Zoe stares at me, then grins slowly. “I hate how much I love that.”
“Exactly.”
She clinks her coffee cup against mine. “Fine. But if we do it, you’re leading.”
“Gladly.”
When Charlie comes back, we fold her into a different conversation, and soon, the table hums with laughter and chatter loud enough to draw side-eyes from the barista.
By the time we spill back onto the street, my cheeks ache from smiling, and I’m pumped to go fetch my favorite golden retriever for the evening.

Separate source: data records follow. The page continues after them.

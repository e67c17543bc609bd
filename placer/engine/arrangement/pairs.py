"""The nearest pair of half-sums: |t + s_A + s_B| least, with limits across the halves.

Three exact ways, chosen by size: a dense scan of all pairs; a sorted window
(the smaller set sorted by real part: any pair closer than the incumbent has
real parts closer than it); a k-d tree (scipy cKDTree, exact Euclidean
distances), fetching more candidates when the nearest ones break a limit
that spans the halves, and in the last resort every point within the
incumbent's distance.

References
----------
[HorowitzSahni1974] meet in the middle.
"""

from __future__ import annotations

import math

import numpy as np
from scipy.spatial import cKDTree

DENSE_PAIRS = 250_000
"""Pairs of half-arrangements up to which the pair is found by a dense scan."""
NEIGHBOURS = 16
"""Candidates fetched per query when a limit spans the two halves."""
WINDOW_CAP = 2_000_000
"""Most candidate pairs the sorted-window scan takes before it leaves the pair to the tree."""


def row_sums(values: np.ndarray, z: np.ndarray) -> np.ndarray:
    """Σ_t values[:, t]·z[t] for every row, column by column.

    Neither ``@`` nor BLAS: on a shared 2-core machine OpenBLAS's threads made
    these small products up to 40 times slower, and a float table times a
    complex vector takes numpy's slow path.

    Parameters
    ----------
    values : numpy.ndarray
        Real table, one row per half-arrangement, one column per slot
        [g·mm, or g·mm² for axial moments].
    z : numpy.ndarray
        Unit vector of each column's slot [-].

    Returns
    -------
    numpy.ndarray
        The complex sum of each row [as ``values``].
    """
    out = np.zeros(values.shape[0], dtype=complex)
    for t in range(values.shape[1]):
        out += values[:, t] * z[t]
    return out


def window_pair(queries: np.ndarray, points: np.ndarray, best: float):
    """(value, i, k) of the nearest pair |queries[i] - points[k]| < best, None, or False.

    Both sets are sorted by real part; every pair closer than ``best`` has real
    parts closer than ``best``, so a window of the smaller set holds all of
    them (sorted queries make the binary searches about four times faster).
    Of equally near pairs the least (i, k) is taken, so the answer does not
    depend on how a sort orders equal keys.  False when the windows hold more
    than WINDOW_CAP pairs.

    Parameters
    ----------
    queries : numpy.ndarray
        Complex points of one set [g·mm].
    points : numpy.ndarray
        Complex points of the other set [g·mm].
    best : float
        Distance to beat [g·mm], finite.

    Returns
    -------
    (float, int, int) or None or False
        The distance [g·mm] and the indices (i in ``queries``, k in
        ``points``); None when no pair is nearer than ``best``; False as above.
    """
    flip = len(queries) < len(points)
    small, large = (queries, points) if flip else (points, queries)
    order = np.argsort(small.real)
    keys = small.real[order]
    by_real = np.argsort(large.real)
    large_real = large.real[by_real]
    lo = np.searchsorted(keys, large_real - best, side="left")
    # Most windows are empty when ``best`` is small: the second search only
    # for those whose first key is inside.
    inside = np.flatnonzero(keys[np.minimum(lo, len(keys) - 1)] <= large_real + best)
    inside = inside[lo[inside] < len(keys)]
    counts = np.zeros(len(large), dtype=np.int64)
    counts[inside] = np.searchsorted(keys, large_real[inside] + best, side="right") - lo[inside]
    total = int(counts.sum())
    if total > WINDOW_CAP:
        return False
    if total == 0:
        return None
    li = by_real[np.repeat(np.arange(len(large)), counts)]
    start = np.repeat(lo - (np.cumsum(counts) - counts), counts)
    si = order[np.arange(total) + start]
    dist = np.abs(large[li] - small[si])
    least = dist.min()
    if least >= best:
        return None
    qi, pk = (si, li) if flip else (li, si)
    tied = np.flatnonzero(dist == least)
    j = tied[np.argmin(qi[tied] * len(points) + pk[tied])]
    return float(least), int(qi[j]), int(pk[j])


class NoCheck:
    active = False


NO_CHECK = NoCheck()


class PairCheck:
    """The limits that span the halves, checked on index pairs (i in A, k in B).

    Called with index arrays ``i`` (rows of A) and ``k`` (rows of B), it
    returns which pairs keep the pair tables across the halves and the
    couple limit.

    Parameters
    ----------
    frame : Frame
        The frame: its pair tables across the halves, couple target and problem.
    rows_a : numpy.ndarray
        Half A's arrangements, one row of blades per arrangement.
    rows_b : numpy.ndarray
        Half B's arrangements, likewise.
    """

    def __init__(self, frame, rows_a: np.ndarray, rows_b: np.ndarray) -> None:
        self.frame, self.rows_a, self.rows_b = frame, rows_a, rows_b
        p = frame.problem
        self.couple = p.couple_limit is not None and p.axial is not None
        if self.couple:
            self.couple_a = frame.couple_target + row_sums(p.axial[rows_a], p.z[frame.a_slots])
            self.couple_b = row_sums(p.axial[rows_b], p.z[frame.b_slots])
        self.active = bool(frame.cross) or self.couple

    def __call__(self, i: np.ndarray, k: np.ndarray) -> np.ndarray:
        ok = np.ones(np.broadcast(i, k).shape, dtype=bool)
        for ia, kb, table in self.frame.cross:
            ok &= table[self.rows_a[i, ia], self.rows_b[k, kb]]
        if self.couple:
            p = self.frame.problem
            limit = p.couple_limit * (1 + 1e-9) + 1e-9
            ok &= np.abs(self.couple_a[i] + self.couple_b[k]) <= limit
        return ok


def dense_pair(sum_a, sum_b, check: PairCheck, best: float):
    """The least |sum_a[i] + sum_b[k]| over every pair that passes ``check``, by a full scan.

    Parameters
    ----------
    sum_a : numpy.ndarray
        Complex sums of half A, the fixed part included [g·mm].
    sum_b : numpy.ndarray
        Complex sums of half B [g·mm].
    check : PairCheck
        The limits across the halves (inactive: every pair passes).
    best : float
        Residual to beat [g·mm].

    Returns
    -------
    (float, int, int) or None
        The residual [g·mm] and the indices (i, k); None when no pair beats ``best``.
    """
    dist = np.abs(sum_a[:, None] + sum_b[None, :])
    if check.active:
        ia, kb = np.indices(dist.shape)
        dist = np.where(check(ia, kb), dist, np.inf)
    flat = int(np.argmin(dist))
    i, k = divmod(flat, dist.shape[1])
    value = float(dist[i, k])
    return (value, i, k) if value < best else None


def tree_pair(sum_a, sum_b, check: PairCheck, best: float):
    """The least |sum_a[i] + sum_b[k]| over every pair that passes ``check``, by a k-d tree.

    Exact: the nearest few of B to each -sum_a[i] are fetched, and a row
    whose few all break a limit gets every point of B within ``best``.

    Parameters
    ----------
    sum_a : numpy.ndarray
        Complex sums of half A, the fixed part included [g·mm].
    sum_b : numpy.ndarray
        Complex sums of half B [g·mm].
    check : PairCheck or NoCheck
        The limits across the halves (inactive: every pair passes).
    best : float
        Residual to beat [g·mm]; inf when none is known.

    Returns
    -------
    (float, int, int) or None
        The residual [g·mm] and the indices (i, k); None when no pair beats ``best``.
    """
    tree = cKDTree(np.column_stack((sum_b.real, sum_b.imag)))
    queries = np.column_stack((-sum_a.real, -sum_a.imag))
    k = NEIGHBOURS if check.active else 1
    k = min(k, len(sum_b))
    bound = best * (1 + 1e-12) if math.isfinite(best) else np.inf
    dist, idx = tree.query(queries, k=k, distance_upper_bound=bound)
    dist, idx = dist.reshape(len(queries), k), idx.reshape(len(queries), k)
    found = idx < len(sum_b)
    rows = np.nonzero(found.any(axis=1))[0]
    if len(rows) == 0:
        return None
    ia = np.repeat(rows[:, None], k, axis=1)
    safe = np.where(found[rows], idx[rows], 0)
    ok = found[rows] & (check(ia, safe) if check.active else True)
    exact = np.abs(sum_a[ia] + sum_b[safe])
    exact = np.where(ok, exact, np.inf)
    result = None
    if np.isfinite(exact).any():
        flat = int(np.argmin(exact))
        r, c = divmod(flat, k)
        if exact[r, c] < best:
            best, result = float(exact[r, c]), (float(exact[r, c]), int(rows[r]), int(safe[r, c]))
    # Rows whose k nearest all broke a limit while all lying within the bound:
    # look at every point within the bound for them.
    if check.active and k < len(sum_b):
        full = found[rows].all(axis=1) & ~ok.any(axis=1)
        for r in np.flatnonzero(full)[np.argsort(dist[rows[full], 0], kind="stable")]:
            i = int(rows[r])
            if dist[i, 0] >= best:
                continue
            near = np.array(tree.query_ball_point(queries[i], best * (1 + 1e-12)), dtype=np.int64)
            if len(near) == 0:
                continue
            near = near[check(np.full(len(near), i), near)]
            if len(near) == 0:
                continue
            values = np.abs(sum_a[i] + sum_b[near])
            j = int(np.argmin(values))
            if values[j] < best:
                best, result = float(values[j]), (float(values[j]), i, int(near[j]))
    return result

Zoe insists on giving me a ride, and when her car pulls up to my driveway, Betty is already outside next door. Perfect slacks, cardigan buttoned, pearls neat as a debutante—except for the generous glass of chardonnay in her hand. At three in the afternoon.
She narrows her eyes at the car until she spots me and Zoe behind the wheel. Her smile spreads slowly as we emerge.
“Hey, Betty, this is Zoe.”
“Well, well. So you’re the firecracker I’ve heard about. God help the man trying to keep up with you.”
Zoe blinks, caught off guard, then breaks into a grin. “Oh, I love her.”
“Everyone does,” I say cheerfully. “Betty collects fans.”